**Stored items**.
=== Begin Enclosure ===
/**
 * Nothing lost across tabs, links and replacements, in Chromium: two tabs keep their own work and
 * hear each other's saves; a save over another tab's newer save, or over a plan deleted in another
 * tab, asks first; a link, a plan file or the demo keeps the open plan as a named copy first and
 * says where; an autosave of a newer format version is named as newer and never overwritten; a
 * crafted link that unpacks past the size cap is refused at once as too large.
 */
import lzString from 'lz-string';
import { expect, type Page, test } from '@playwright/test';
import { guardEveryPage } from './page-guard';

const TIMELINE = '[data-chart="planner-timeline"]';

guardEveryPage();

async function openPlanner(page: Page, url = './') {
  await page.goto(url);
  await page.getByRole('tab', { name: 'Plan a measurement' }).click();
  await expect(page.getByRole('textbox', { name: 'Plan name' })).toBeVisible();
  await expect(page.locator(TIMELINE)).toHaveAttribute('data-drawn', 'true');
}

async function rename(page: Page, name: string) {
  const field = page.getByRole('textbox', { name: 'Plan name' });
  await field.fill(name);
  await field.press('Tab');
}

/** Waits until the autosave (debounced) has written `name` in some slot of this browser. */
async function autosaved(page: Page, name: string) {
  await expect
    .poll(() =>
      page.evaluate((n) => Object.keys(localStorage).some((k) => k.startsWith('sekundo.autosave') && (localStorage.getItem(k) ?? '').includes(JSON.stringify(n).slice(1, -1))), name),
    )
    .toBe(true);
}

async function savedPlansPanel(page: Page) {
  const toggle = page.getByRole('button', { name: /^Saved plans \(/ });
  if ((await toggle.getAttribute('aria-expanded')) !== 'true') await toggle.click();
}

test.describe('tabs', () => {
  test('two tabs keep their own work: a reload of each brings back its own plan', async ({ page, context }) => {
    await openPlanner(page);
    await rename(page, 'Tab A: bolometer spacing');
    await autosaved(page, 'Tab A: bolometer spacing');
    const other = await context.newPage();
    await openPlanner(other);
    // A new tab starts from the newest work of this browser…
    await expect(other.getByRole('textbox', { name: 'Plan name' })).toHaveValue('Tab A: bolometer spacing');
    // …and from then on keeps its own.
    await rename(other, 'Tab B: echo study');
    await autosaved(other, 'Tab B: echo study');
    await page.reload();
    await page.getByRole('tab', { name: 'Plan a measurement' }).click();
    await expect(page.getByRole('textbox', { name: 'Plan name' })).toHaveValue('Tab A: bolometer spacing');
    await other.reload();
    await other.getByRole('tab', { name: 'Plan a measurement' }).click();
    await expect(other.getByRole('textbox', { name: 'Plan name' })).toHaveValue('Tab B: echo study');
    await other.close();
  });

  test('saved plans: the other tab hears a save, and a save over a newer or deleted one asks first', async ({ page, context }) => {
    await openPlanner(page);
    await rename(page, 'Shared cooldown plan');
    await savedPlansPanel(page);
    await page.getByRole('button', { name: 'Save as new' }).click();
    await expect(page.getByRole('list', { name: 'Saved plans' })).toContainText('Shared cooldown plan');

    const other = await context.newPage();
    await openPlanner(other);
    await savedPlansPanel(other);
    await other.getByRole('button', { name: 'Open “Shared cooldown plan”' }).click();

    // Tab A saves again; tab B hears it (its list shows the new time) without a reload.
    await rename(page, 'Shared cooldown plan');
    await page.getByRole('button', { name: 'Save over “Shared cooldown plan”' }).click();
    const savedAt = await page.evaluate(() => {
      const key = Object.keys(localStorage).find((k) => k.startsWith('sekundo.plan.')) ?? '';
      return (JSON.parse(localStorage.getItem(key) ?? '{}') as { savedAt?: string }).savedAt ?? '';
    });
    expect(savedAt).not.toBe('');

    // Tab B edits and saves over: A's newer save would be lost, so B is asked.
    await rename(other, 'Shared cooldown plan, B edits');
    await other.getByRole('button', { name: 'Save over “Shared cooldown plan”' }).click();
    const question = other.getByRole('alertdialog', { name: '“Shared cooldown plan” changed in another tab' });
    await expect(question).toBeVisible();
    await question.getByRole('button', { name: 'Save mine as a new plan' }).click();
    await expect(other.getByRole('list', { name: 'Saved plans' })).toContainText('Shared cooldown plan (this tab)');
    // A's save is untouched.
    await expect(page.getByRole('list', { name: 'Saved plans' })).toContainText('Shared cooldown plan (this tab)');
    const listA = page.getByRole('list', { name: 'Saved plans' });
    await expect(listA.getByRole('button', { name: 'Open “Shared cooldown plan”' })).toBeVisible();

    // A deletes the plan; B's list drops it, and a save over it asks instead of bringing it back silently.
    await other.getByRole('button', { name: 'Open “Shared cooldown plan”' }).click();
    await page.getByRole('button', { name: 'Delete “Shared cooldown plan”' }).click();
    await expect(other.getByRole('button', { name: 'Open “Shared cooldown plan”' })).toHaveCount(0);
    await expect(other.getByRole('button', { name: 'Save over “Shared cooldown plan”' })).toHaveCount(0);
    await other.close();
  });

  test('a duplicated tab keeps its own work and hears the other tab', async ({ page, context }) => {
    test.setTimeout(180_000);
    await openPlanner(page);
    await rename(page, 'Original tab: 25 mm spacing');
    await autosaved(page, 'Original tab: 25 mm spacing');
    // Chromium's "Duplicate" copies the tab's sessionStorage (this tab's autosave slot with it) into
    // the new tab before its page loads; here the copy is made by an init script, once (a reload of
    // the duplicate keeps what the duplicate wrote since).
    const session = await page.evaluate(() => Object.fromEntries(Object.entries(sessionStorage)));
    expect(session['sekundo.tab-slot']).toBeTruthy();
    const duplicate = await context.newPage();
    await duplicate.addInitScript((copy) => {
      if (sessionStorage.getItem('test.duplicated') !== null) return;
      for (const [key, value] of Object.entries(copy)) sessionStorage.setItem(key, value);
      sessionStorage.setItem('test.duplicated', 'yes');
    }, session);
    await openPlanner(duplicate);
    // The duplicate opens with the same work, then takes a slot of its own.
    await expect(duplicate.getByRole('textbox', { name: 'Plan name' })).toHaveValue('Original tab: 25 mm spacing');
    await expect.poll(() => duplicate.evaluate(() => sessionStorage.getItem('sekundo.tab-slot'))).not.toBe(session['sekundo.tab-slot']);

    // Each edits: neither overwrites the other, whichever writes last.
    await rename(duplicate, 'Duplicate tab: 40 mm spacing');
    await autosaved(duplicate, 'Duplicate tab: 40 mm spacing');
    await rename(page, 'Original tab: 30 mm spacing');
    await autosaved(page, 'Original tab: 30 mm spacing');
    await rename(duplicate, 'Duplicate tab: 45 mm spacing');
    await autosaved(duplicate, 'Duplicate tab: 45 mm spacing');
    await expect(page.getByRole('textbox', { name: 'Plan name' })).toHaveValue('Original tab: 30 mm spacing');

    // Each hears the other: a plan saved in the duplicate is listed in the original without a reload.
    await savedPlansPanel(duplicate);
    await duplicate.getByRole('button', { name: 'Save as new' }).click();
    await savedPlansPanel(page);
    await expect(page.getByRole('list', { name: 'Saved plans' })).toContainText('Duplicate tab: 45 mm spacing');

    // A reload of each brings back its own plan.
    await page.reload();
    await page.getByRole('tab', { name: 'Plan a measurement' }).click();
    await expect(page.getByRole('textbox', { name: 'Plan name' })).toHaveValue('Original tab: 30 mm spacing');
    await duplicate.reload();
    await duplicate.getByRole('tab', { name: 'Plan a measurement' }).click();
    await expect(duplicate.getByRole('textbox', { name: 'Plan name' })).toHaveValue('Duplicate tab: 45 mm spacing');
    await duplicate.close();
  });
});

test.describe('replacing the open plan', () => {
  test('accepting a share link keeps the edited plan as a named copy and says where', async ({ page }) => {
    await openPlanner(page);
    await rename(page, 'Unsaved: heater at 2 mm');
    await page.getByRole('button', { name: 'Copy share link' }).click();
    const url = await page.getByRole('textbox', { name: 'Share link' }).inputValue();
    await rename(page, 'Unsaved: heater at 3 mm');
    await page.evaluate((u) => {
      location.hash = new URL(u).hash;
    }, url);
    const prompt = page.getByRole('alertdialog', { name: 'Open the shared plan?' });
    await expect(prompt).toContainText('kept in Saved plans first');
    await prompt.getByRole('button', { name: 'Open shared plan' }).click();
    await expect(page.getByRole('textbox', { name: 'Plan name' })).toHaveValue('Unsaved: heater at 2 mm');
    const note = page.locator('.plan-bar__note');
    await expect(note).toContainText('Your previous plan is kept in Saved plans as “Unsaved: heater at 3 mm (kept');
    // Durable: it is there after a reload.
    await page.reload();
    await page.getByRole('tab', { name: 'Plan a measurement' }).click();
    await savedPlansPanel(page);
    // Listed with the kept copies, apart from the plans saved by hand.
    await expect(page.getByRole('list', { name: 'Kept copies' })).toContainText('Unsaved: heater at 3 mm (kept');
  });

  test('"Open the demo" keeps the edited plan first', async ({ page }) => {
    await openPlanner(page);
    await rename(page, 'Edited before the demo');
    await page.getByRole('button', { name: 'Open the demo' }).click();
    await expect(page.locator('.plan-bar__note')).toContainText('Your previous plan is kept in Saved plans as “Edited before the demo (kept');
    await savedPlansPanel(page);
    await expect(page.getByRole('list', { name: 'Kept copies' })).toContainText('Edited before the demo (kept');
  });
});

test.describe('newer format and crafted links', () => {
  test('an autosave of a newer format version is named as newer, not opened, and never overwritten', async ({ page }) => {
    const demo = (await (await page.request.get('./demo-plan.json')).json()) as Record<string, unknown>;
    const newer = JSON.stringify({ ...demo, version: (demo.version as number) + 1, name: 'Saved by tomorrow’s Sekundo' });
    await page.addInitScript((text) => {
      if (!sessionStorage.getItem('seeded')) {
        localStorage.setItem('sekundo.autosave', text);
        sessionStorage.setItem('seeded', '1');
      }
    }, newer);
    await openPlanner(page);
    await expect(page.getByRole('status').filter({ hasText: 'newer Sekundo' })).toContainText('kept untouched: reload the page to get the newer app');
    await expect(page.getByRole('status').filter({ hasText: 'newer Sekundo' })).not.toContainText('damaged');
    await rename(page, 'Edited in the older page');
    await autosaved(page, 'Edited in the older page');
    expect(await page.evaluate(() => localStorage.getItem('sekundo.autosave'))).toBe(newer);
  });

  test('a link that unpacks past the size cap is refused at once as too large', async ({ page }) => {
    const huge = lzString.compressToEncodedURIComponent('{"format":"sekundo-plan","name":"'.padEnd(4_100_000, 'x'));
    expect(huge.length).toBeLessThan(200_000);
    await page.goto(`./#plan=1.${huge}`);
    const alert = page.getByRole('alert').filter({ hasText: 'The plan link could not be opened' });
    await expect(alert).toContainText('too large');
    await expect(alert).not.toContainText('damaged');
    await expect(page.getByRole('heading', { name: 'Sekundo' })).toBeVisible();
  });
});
=== End Enclosure ===
**Problem to work on**. Looking at the data above, say how many lines include the string "without" and add nothing.

**The answer**. 2